By the time I entered high school, I was ready for the revolution. Crazed with fresh powers of critical thinking, I soon found myself in trouble for unsolicited opinions. My indiscretions sufficed to bring the FBI to high school and home to check me out. Yet I was still a space kid, fascinated with the outer reaches of science and technology. I just didn’t see any real difference between relativity and The Dharma Bums.

One of the honors bestowed on top students during the senior year was a specialty tour of the Hanford project. In retrospect, I understood that this was a kind of recruiting pitch like those offered by universities for athletes and scholars. The glamor of a scientific career was put on display within the context of a historical facility, a place that changed the world. However, other than chemistry, I was not a very good student in science. By this point, I was more interested in literature and barely applied myself to the ridiculous array of courses I had picked earlier in my enthusiasms, including calculus and advanced physics. Yet I remained a good enough student to be selected for the Hanford excursion. When asked to pick a specialty, I selected mathematics, my worst subject. I received a lot of praise for this choice because, after all, math is the basis for science, but while the other kids were touring state of the art laboratories and inspecting the mechanical guts of the reactors themselves, I spent the day stuck in a basement room watching an egghead scrawl incomprehensible formulae on a chalkboard. I already knew there was zero chance I would pursue a scientific career; I wanted to be a writer or a philosopher or something like that; it was hard to decide. The Hanford tour day allowed plenty of time for daydreaming and that’s what I did.

Now the whole thing is a Superfund cleanup site, one of the world’s largest repositories of radioactive waste. A single public utility reactor generates power, but all nine military reactors have been shut down and decommissioned. Unfortunately, the eternal needs of radioactive containment require close attention. Fifty-three million gallons of high-level radioactive waste in liquid form along with an additional 25 million cubic feet of solid waste present daunting challenges for management. Containers tend to fail over time, requiring transfers of the contents to new, improved containers, followed by research into the next generation of containers before they are needed. Richland has grown to provide dwelling for the workers dealing with this perilous waste and the current population is around sixty thousand. These days the Hanford mission is no longer to manufacture material for warheads but is solely concerned with stuffing the genie back in the bottle.

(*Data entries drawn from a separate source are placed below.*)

def longest_span(spec: SpanTableSpec, section: str, load: AppliedLoad, catalogue: Sequence[Path]) -> dict:
    """The longest span (a multiple of the resolution, up to max_span) that passes every check under `load`."""
    highest = math.floor(spec.max_span / spec.resolution + 1e-9)
    found = largest_passing(lambda k: run_trial(spec, section, k * spec.resolution, load, catalogue),
                            round(min(FIRST_SPAN, spec.max_span) / spec.resolution), 1, highest, span_guess(spec.resolution))
    limit = found.trial(found.failing) or found.trial(found.passing)
    return {"load": load.value, "kind": load.kind, "longest_span": found.passing * spec.resolution if found.passing is not None else None,
            "governing": limit.governing if found.failing is not None else None,
            "beyond_limit": found.failing is None, "checks_made": len(found.trials)}


def largest_load(spec: SpanTableSpec, section: str, span: float, catalogue: Sequence[Path]) -> dict:
    """The largest multiple of the given load (0.5 % steps) that passes every check at span `span`."""
    base = run_trial(spec, section, span, spec.load.scaled(0.0), catalogue)
    row = {"length": span, "kind": spec.load.kind, "largest_load": None, "governing": base.governing, "beyond_limit": False, "checks_made": 1}
    if not base.passes:
        return row
    found = largest_passing(lambda k: run_trial(spec, section, span, spec.load.scaled(LOAD_STEP ** k), catalogue),
                            0, -LOAD_GRID, LOAD_GRID, load_guess(base))
    if found.passing is None:
        return {**row, "governing": found.trial(found.failing).governing, "checks_made": 1 + len(found.trials)}
    return {**row, "largest_load": spec.load.value * LOAD_STEP ** found.passing,
            "governing": found.trial(found.failing).governing if found.failing is not None else None,
            "beyond_limit": found.failing is None, "checks_made": 1 + len(found.trials)}


# ----------------------------------------------------------------------------------------------
# the whole table

def table_sections(spec: SpanTableSpec, catalogue: Sequence[Path], families: Sequence[str]) -> tuple[list[tuple[str, float]], Any]:
    """(name, mass per length in kg/m) of every catalogue section after the family filter, lightest
    first, and the catalogue; the material is looked up now (bad input before any work)."""
    from sizer.design import catalogue_for, resolve_material
    from sizer.sections.properties import SCALAR_NAMES, section_table

    probe = trial_member(spec, "probe", 1.0, spec.loads[0] if spec.loads else spec.load)
    loaded = catalogue_for(probe, [Path(path) for path in catalogue])
    try:
        material = resolve_material(probe, loaded)
    except InputError as error:
        raise span_table_error(spec, InputError(spec.path, "member.material", error.problem, error.fix)) from None
    specs = loaded.select(families)
    if not specs:
        raise InputError(", ".join(map(str, loaded.files)) or "the catalogue", "sections", "the catalogue holds no sections",
                         "add [[sections]] entries, or pass --catalogue with a stock list")
    from sizer.render.sections import with_build_progress

    table = with_build_progress("Section properties (first use of these shapes)", lambda progress: section_table(specs, progress=progress))
    areas = table[:, SCALAR_NAMES.index("area")]
    masses = [(spec_.name, float(area) * material.density) for spec_, area in zip(specs, areas)]
    return sorted(masses, key=lambda item: (item[1], item[0])), loaded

My favorite bit of Hanford apocrypha sums up this troubled history, honing it to myth. Sometime during the 50s, the story goes, a train arrived at Hanford, bringing radioactive materials. However, there had been a leak during transit and the entire train was contaminated. It was so hot they didn’t know what to do with it. Finally, a disposal technician came up with a solution. An enormous trench was excavated in the desert and tracks were laid from the mainline right into the hole. The train was driven into the earth and buried first in cement, then in dirt. The story might not be true, but the metaphor is.

In high school one of my best friends was a cinema buff. Our favorite film was an obscure Hollywood musical made in 1950 called “The 5000 Fingers of Dr. T.” We loved this movie for its surrealism and giddy narrative, shaped under the influence of Dr. Suess. At the climax of the film, the young protagonist and his mentor improvise a weapon to be used against the sinister Dr. Terwilliger. As this weapon is mixed together from odds and ends, the boy asks the mentor the most important question on his mind: “Is it… atomic?” As it turned out, it was atomic, and this became our catchphrase, a private inquiry regarding the fundamental absurdities that surrounded our lives. We would look at each other with raised eyebrows, an adolescent sneer of knowing, and ask, barely above a whisper, “Is it… atomic?” It always was.